Buffer overflows and should beginners be trying to learn c-string manipulations?

Short answer, I don’t think so.

Consider the latest C char processing buffer overflow security issue discovered Unix sudo

The following Arduino code illustrates the buffer overflow found in sudo

// example of buffer over flow in Unix sudo from
// https://blog.qualys.com/vulnerabilities-research/2021/01/26/cve-2021-3156-heap-based-buffer-overflow-in-sudo-baron-samedit

char otherChars[] = "1234567890";
char input[] = {'e', 's', 'c', 'a', 'p', 'e', 'd', ' ', 'c', 'h', 'a', 'r', 's', ' ', '\\', '\\', ' ', '\\', 'r', ' ', '\\', 'n', ' ', '\\', 0x00, // the real INPUT, the last \ causes the sudo overlow
                'x', 'y', 'z', 'x', 'y', 'z', 'x', 'y', 'z', 'x', 'y', 'z', 'x', 'y', 'z', 'x', 'y', 'z', 'x', 'y', 'z', 'x', 'y', 'z', 0x00   // data in following memory locations
               };

void setup() {
  Serial.begin(115200); // <<<<<<<<<<< make debug output as fast as possible
  for (int i = 10; i > 0; i--) {
    Serial.print(i); Serial.print(' ');
  }
  Serial.println();

  char *result = (char*)malloc(strlen(input)+1);  // allocate space for the result and a terminating null
  if (result == NULL) {
    while (1) {
      Serial.println(" out-of-memory!!");
      delay(5000);
    }
  }
  *result = '\0'; // terminate it to start with
  
  size_t otherMemorySize = strlen(otherChars)+1;
  char *otherMemory = (char*)malloc(strlen(otherChars)+1);
  if (otherMemory == NULL) {
    while (1) {
      Serial.println(" out-of-memory!!");
      delay(5000);
    }
  }
  strncpy(otherMemory,otherChars,otherMemorySize);  // initialize some other memory
  
  Serial.println(" Initial conditions");
  Serial.print("input '"); Serial.print(input); Serial.println("'");
  Serial.print("result '");Serial.print(result); Serial.println("'");
  Serial.print("otherMemory '");Serial.print(otherMemory); Serial.println("'");
  Serial.println();
  
  char* from = input;
  char* to = result;
  while (*from) {
    if (from[0] == '\\' && !isspace((unsigned char)from[1]))
      from++;
    *to++ = *from++;
  }
  *to = '\0'; // terminate result

  Serial.println(" After Escape processing");
  Serial.print("input '"); Serial.print(input); Serial.println("'");
  Serial.print("result '");Serial.print(result); Serial.println("'");
  Serial.print("otherMemory '");Serial.print(otherMemory); Serial.println("'");
}
void loop() {
}

The output is

10 9 8 7 6 5 4 3 2 1 
 Initial conditions
input 'escaped chars \\ \r \n \'
result ''
otherMemory '1234567890'

 After Escape called
input 'escaped chars \\ \r \n \'
result 'escaped chars \ r n '
otherMemory 'xyzxyzxyzxyzxyzxyz'

Notice how the otherMemory has been overwritten.

This ‘bug’, presumably by a experienced programmer and review by others, when undiscovered for over 10 years.
C++ Strings were introduced to avoid many of the c-string problems.
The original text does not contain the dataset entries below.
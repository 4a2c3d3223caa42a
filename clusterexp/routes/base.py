"""What every regime provides, in one small interface (`Regime`), and the shared pieces of the routes.

A regime is one module under `routes/` with one `Regime` subclass and one line in the registry
(`routes.REGIMES`). The stages ask the registry and never name a regime:

- `build` calls `check` (the regime's own validation of its part of the input, with spans);
- `limits` calls `estimate` (the size of what the regime will form);
- `derivation` calls `clusters` (and `virials` where the input gives virial coefficients), and
  `truncation`/`known_zero` for what is known only to some order or exactly zero;
- the printers call `quantities` (per lambda^d, rho_L, state or Z_1), `statistics` (how a species'
  statistics is stated), `text_lines` and `latex_paragraphs` (closed forms, implicit equation of state);
- the equation-of-state statements (`evaluate pressure at density A = ...`, `eos/`) call
  `equation_of_state` (the exact pressure at finite density, or a refusal pointing to the virial series).

Contributor guide, "How to add a regime" (DEVELOPERS.md), walks through a new one.
"""
from __future__ import annotations

from dataclasses import dataclass
from fractions import Fraction
from typing import Mapping

import sympy

from ..exact.series import PolynomialRing

Index = tuple[int, ...]


@dataclass
class Clusters:
    """b_n for 1 <= |n| <= order: `values` (sympy) always; `ring`/`elements` when every b_n is an
    exact ring element and every b_{e_i} = 1 (the fast path, fed straight to the virial kernel)."""

    values: Mapping[Index, sympy.Expr]
    ring: PolynomialRing | None = None
    elements: dict | None = None


def ring_native(ring, elements, weight) -> Clusters:
    """Multiply by rational weights in the ring; the values convert lazily."""
    from ..exact.virial import CoefficientTable
    scaled = {n: e * ring.rational(weight(n)) for n, e in elements.items()}
    order = max(sum(n) for n in scaled)
    return Clusters(CoefficientTable(ring, scaled, order), ring, scaled)


def sympy_values(ring, elements, factor) -> Clusters:
    return Clusters({n: ring.to_expr(e) * factor(n) for n, e in elements.items()})


def rational_weight(value) -> Fraction:
    return Fraction(int(value.p), int(value.q))


@dataclass(frozen=True)
class Quantities:
    """What a regime's numbers are numbers of. `pressure`/`density` in plain text (density with `{i}`
    for the species), `variable` the density variable of the virial series, `unit` what densities are
    measured against; the LaTeX forms take the wavelength (`w`), a species label and d."""

    pressure: str
    density: str
    variable: str
    single: str
    unit: str
    pressure_latex: str
    density_latex: str
    variable_latex: str = ""
    single_latex: str = ""

    def density_of(self, name: str) -> str:
        return self.density.format(i=name)

    def density_tex(self, label: str, wavelength: str, d: int) -> str:
        return self.density_latex.format(label=label, w="{" + wavelength + "}", d=d)


THERMAL = Quantities(
    pressure="beta P lambda^d", density="rho_{i} lambda^d", variable="(rho lambda^d)",
    single="lambda = thermal wavelength of the reference species; "
           "b_(single particle of i) = (m_i/m_ref)^(d/2), a_(single particle) = 1",
    unit="lambda^d", pressure_latex=r"\beta P{w}^d", density_latex=r"\rho_{{{label}}}{w}^{{{d}}}",
    variable_latex=r"(\rho{w}^d)", single_latex=r"single-particle $b=(m_i/m_{{\mathrm{{ref}}}})^{{d/2}}$")


class Regime:
    """One physical regime (the word after `clusters`). Subclasses override what differs."""

    kind: str = ""
    # many-body pieces the regime cannot compute are unknown functions of the statistics parameters
    # (named symbols whose Taylor coefficients get names in series), not free symbols
    named_pieces: bool = False
    # its many-body pieces can be sampled by the Brownian-loop Monte Carlo (`sample`, loops/)
    sampled_by_loops: bool = False

    # --- input ------------------------------------------------------------------------------------
    forms: tuple = (None,)    # the words allowed after `clusters <kind>` (first: the default; None: none)
    takes_given_block = False  # `clusters <kind> { b[...] = ... }` gives some of its pieces
    takes_matrix = False      # a `statistics` matrix belongs to the regime
    takes_matrix_hint = ""    # said when a matrix is given to a regime that does not take one
    takes_tubes = False       # static flux tubes enter the regime

    def check(self, builder, source, names: list[str]):
        """Validate the regime's part of the input (InputError with spans, warnings appended to
        `builder.warnings`); return the source, completed (matrix, spectrum) where the regime needs."""
        return source

    def check_given_index(self, index, span) -> None:
        """Refuse a given coefficient the regime computes itself."""

    def check_given_value(self, value, span) -> None:
        """Refuse a given value the regime cannot read (e.g. an O term that is no truncation order)."""

    def refuse_boltzmann(self, species) -> None:
        """Raise when a boltzmann (distinguishable) species has no place in the regime."""

    def check_system(self, system) -> None:
        """Checks that need the whole validated system (e.g. refusing a given value the regime knows)."""

    # --- size (limits.estimate) -------------------------------------------------------------------
    computed = True   # exact coefficients, no unknown symbols: counted as functions of the parameters

    def stated_for_estimate(self, system, order: int, detailed: bool) -> tuple[dict, int]:
        """({multi-index: value} the regime states exactly, like given values; a number of pairs
        counted as known without forming them, when not `detailed`) for the size estimate."""
        return {}, 0

    def regulator_work(self, system, order: int) -> tuple[int, int] | None:
        """(coefficient products, term products) of the harmonic regulator when the regime uses it."""
        return None

    # --- coefficients -----------------------------------------------------------------------------
    def clusters(self, plan) -> Clusters:
        """b_n for 1 <= |n| <= plan.order (a `Clusters`)."""
        raise NotImplementedError

    def virials(self, plan) -> Mapping[Index, sympy.Expr] | None:
        """a_n when the input gives virial coefficients (None: from the cluster coefficients)."""
        return None

    def truncation(self, system) -> dict:
        """{symbol: first unknown power} that every coefficient of the regime carries."""
        return {}

    def known_zero(self, system, index: Index) -> bool:
        """Whether b_n and a_n vanish exactly at this multi-index (no truncation applies to them)."""
        return False

    # --- how it is stated ---------------------------------------------------------------------------
    def quantities(self, system) -> Quantities:
        return THERMAL

    def statistics(self, system, i: int) -> tuple[str, sympy.Expr]:
        """How species i's statistics is stated: ("exchange", alpha_i) unless the regime decides it
        otherwise (exclusion: ("g", g_ii))."""
        return "exchange", system.species[i].exchange

    def matrix(self, system):
        """The statistics matrix in force, or None."""
        return None

    def text_lines(self, system) -> list[str]:
        """The regime's closed forms or implicit equation of state (text header lines)."""
        return []

    def latex_paragraphs(self, system, labels: list[str]) -> list[str]:
        """The same for the LaTeX document."""
        return []

    # --- the exact equation of state at finite density (clusterexp.eos) ----------------------------
    # what the regime is, said when it has no exact equation of state
    no_equation_of_state = "this regime"

    def equation_of_state(self, system, span=None):
        """The exact equation of state (`eos.base.EquationOfState`) of the system, or an InputError at
        `span` (default: the `clusters` line) that says why there is none and points to the virial
        series."""
        from ..errors import InputError
        raise InputError(f"no exact equation of state for {self.no_equation_of_state}; use the virial series "
                         "instead (derive virial up to N, then evaluate, tabulate or plot its coefficients a[..])",
                         span or system.source.span)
However the use of Strings in Arduino is advised against.

SafeStrings (my library) provides a practical alternative to Arduino Strings.
Here is the above code re-written using SafeStrings

// example of buffer over flow in Unix sudo from
// https://blog.qualys.com/vulnerabilities-research/2021/01/26/cve-2021-3156-heap-based-buffer-overflow-in-sudo-baron-samedit
// using SafeString for the processing

#include <SafeString.h>
// available from Arduino library manager, tutorial at https://www.forward.com.au/pfod/ArduinoProgramming/SafeString/index.html

char otherChars[] = "1234567890";
char input[] = {'e', 's', 'c', 'a', 'p', 'e', 'd', ' ', 'c', 'h', 'a', 'r', 's', ' ', '\\', '\\', ' ', '\\', 'r', ' ', '\\', 'n', ' ', '\\', 0x00, // the real INPUT, the last \ causes the sudo overlow
                'x', 'y', 'z', 'x', 'y', 'z', 'x', 'y', 'z', 'x', 'y', 'z', 'x', 'y', 'z', 'x', 'y', 'z', 'x', 'y', 'z', 'x', 'y', 'z', 0x00   // data in following memory locations
               };

void setup() {
  Serial.begin(115200); // <<<<<<<<<<< make debug output as fast as possible
  for (int i = 10; i > 0; i--) {
    Serial.print(i); Serial.print(' ');
  }
  Serial.println();
  SafeString::setOutput(Serial); // turn on error msgs

  size_t resultSize = strlen(input) + 1;
  char *result = (char*)malloc(resultSize);  // allocate space for the result and a terminating null
  if (result == NULL) {
    while (1) {
      Serial.println(" out-of-memory!!");
      delay(5000);
    }
  }
  *result = '\0'; // terminate it to start with

  size_t otherMemorySize = strlen(otherChars) + 1;
  char *otherMemory = (char*)malloc(strlen(otherChars) + 1);
  if (otherMemory == NULL) {
    while (1) {
      Serial.println(" out-of-memory!!");
      delay(5000);
    }
  }

  cSFPS(sfOtherMemory, otherMemory, otherMemorySize); // wrap in a SafeString
  sfOtherMemory = otherChars; // copy in chars with bounds checking and error msgs // initialize some other memory

  Serial.println(" Initial conditions");
  Serial.print("input '"); Serial.print(input); Serial.println("'");
  Serial.print("result '"); Serial.print(result); Serial.println("'");
  Serial.print("otherMemory '"); Serial.print(otherMemory); Serial.println("'");
  Serial.println();

  cSFA(sfInput, input);
  cSFPS(sfResult, result, resultSize);

  size_t idx = 0;
  while (sfInput[idx] != '\0') {
    if (sfInput[idx] == '\\' && !isspace((unsigned char)sfInput[idx + 1])) { //<< error msg for idx+1 here
      idx++;
    }
    sfResult += sfInput[idx++];// << error msg for idx here (incremented above)
  }

  Serial.println();
  Serial.println(" After Escape processing");
  Serial.print("input '"); Serial.print(input); Serial.println("'");
  Serial.print("result '"); Serial.print(result); Serial.println("'");
  Serial.print("otherMemory '"); Serial.print(otherMemory); Serial.println("'");

}
void loop() {
}

Here is the output

10 9 8 7 6 5 4 3 2 1 
 Initial conditions
input 'escaped chars \\ \r \n \'
result ''
otherMemory '1234567890'


 After Escape called
input 'escaped chars \\ \r \n \'
result 'escaped chars \ r n '
otherMemory '1234567890'

Which is the expected ‘correct’ result.
The code is not as ‘optimized’ as the top example but it has the great advantage that it works!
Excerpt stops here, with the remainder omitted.